BEGIN

import { EvaluationScreen } from '@/components/shell/lazy-screens';

export default function Evaluation() {
  return <EvaluationScreen />;
}
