import { axisPx, colours, drawRig, pictureSize } from '@/server/ingest/drawn-camera';
import type { SeenRig } from '@/server/interfaces/rig-stations';
import { pictureTypeOf } from '@/shared/camera/picture';
import { demoRigNarrow, demoRigWide } from '@/shared/rig/demo-rigs';
import { readPng, type Pixels } from '@/tests/support/read-png';

const evening = Date.parse('2031-02-14T20:15:42.900Z');
const seen = (change: Partial<SeenRig> = {}): SeenRig => ({ rig: demoRigWide, angleDeg: 20.18, doorClosed: true, ...change });
const draw = (change: Partial<SeenRig> = {}) => readPng(drawRig(seen(change), evening));

const isNear = (pixel: readonly number[], colour: readonly number[]) =>
  pixel.every((value, of) => Math.abs(value - (colour[of] ?? 0)) <= 2);
function placesOf(pixels: Pixels, colour: readonly number[]): { x: number; y: number }[] {
  const found: { x: number; y: number }[] = [];
  for (let y = 0; y < pixels.height; y += 1)
    for (let x = 0; x < pixels.width; x += 1) if (isNear(pixels.at(x, y), colour)) found.push({ x, y });
  return found;
}
const middleOf = (places: readonly { x: number; y: number }[]) => ({
  x: places.reduce((sum, { x }) => sum + x, 0) / places.length + 0.5,
  y: places.reduce((sum, { y }) => sum + y, 0) / places.length + 0.5,
});
/** Counter-clockwise from the arm at rest, which points to the right; rows of a picture go down. */
const readDeg = (pixels: Pixels) => {
  const { x, y } = middleOf(placesOf(pixels, colours.mark));
  return (Math.atan2(axisPx.y - y, x - axisPx.x) * 180) / Math.PI;
};

test.each([0, 20.18, -20.18, 90, 133.7, -159.82, 175])('the turntable at %d° is read back out of the picture', (angleDeg) => {
  const away = Math.abs(((readDeg(draw({ angleDeg })) - angleDeg + 540) % 360) - 180);
  // A tenth of a pixel at the mass, which stands some 97 px from the axis, is 0.06°; the pixels of the mark leave a few of them.
  expect(away).toBeLessThan(0.4);
});

test('the masses stand as far from the axis as their orbit says, beside the arm as long as it is', () => {
  for (const rig of [demoRigWide, demoRigNarrow]) {
    const pixels = draw({ rig, angleDeg: 90 });
    const mark = middleOf(placesOf(pixels, colours.mark));
    const orbitPx = Math.hypot(mark.x - axisPx.x, mark.y - axisPx.y);
    const arm = placesOf(pixels, colours.arm).filter(({ y }) => Math.abs(y - axisPx.y) < 1);
    const reachPx = Math.max(...arm.map(({ x }) => x)) + 1 - axisPx.x;
    const { arm: armM, ballRadius } = rig.pendulum;
    expect(reachPx / orbitPx).toBeCloseTo((armM.value + ballRadius.value) / (rig.sources.orbit?.value ?? 0), 1);
  }
});

test('without masses only the bar that would carry them turns', () => {
  const empty = draw({ rig: { ...demoRigWide, sources: { shape: 'none' } } });
  // Where the arm's edge is softened a pixel or two come out in that grey.
  expect(placesOf(empty, colours.mass).length).toBeLessThan(20);
  expect(placesOf(draw(), colours.mass).length).toBeGreaterThan(500);
  expect(readDeg(empty)).toBeCloseTo(20.18, 0);
});

test('light falls through the door when it is open and only then', () => {
  expect(placesOf(draw(), colours.light)).toEqual([]);
  expect(placesOf(draw({ doorClosed: false }), colours.light).length).toBeGreaterThan(1000);
});

test('it is a whole PNG of its size and says when it was drawn', () => {
  const bytes = drawRig(seen(), evening);
  expect(pictureTypeOf(bytes)).toBe('image/png');
  const pixels = readPng(bytes);
  expect([pixels.width, pixels.height]).toEqual([pictureSize.width, pictureSize.height]);
  const said = (picture: Pixels) => placesOf(picture, colours.text);
  const second = said(readPng(drawRig(seen(), evening + 1000)));
  const changed = said(pixels).filter(({ x, y }) => !second.some((each) => each.x === x && each.y === y));
  // 20:15:42Z and 20:15:43Z differ in the eighth letter, of eight pixels each, and nowhere else.
  expect(said(pixels).length).toBeGreaterThan(200);
  expect(changed.length).toBeGreaterThan(0);
  expect(new Set(changed.map(({ x }) => Math.floor((x - 12) / 8)))).toEqual(new Set([7]));
  expect(bytes.length).toBeLessThan(20_000);
});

END

- Exercise instructions:
Among the entries above, the line containing "expect(pictureTypeOf(bytes)).toBe('image/png');", the line containing "const said = (picture: Pixels)", and all lines between them are to be restated word for word; nothing else belongs in the reply.

- Task solution:
  expect(pictureTypeOf(bytes)).toBe('image/png');
  const pixels = readPng(bytes);
  expect([pixels.width, pixels.height]).toEqual([pictureSize.width, pictureSize.height]);
  const said = (picture: Pixels) => placesOf(picture, colours.text);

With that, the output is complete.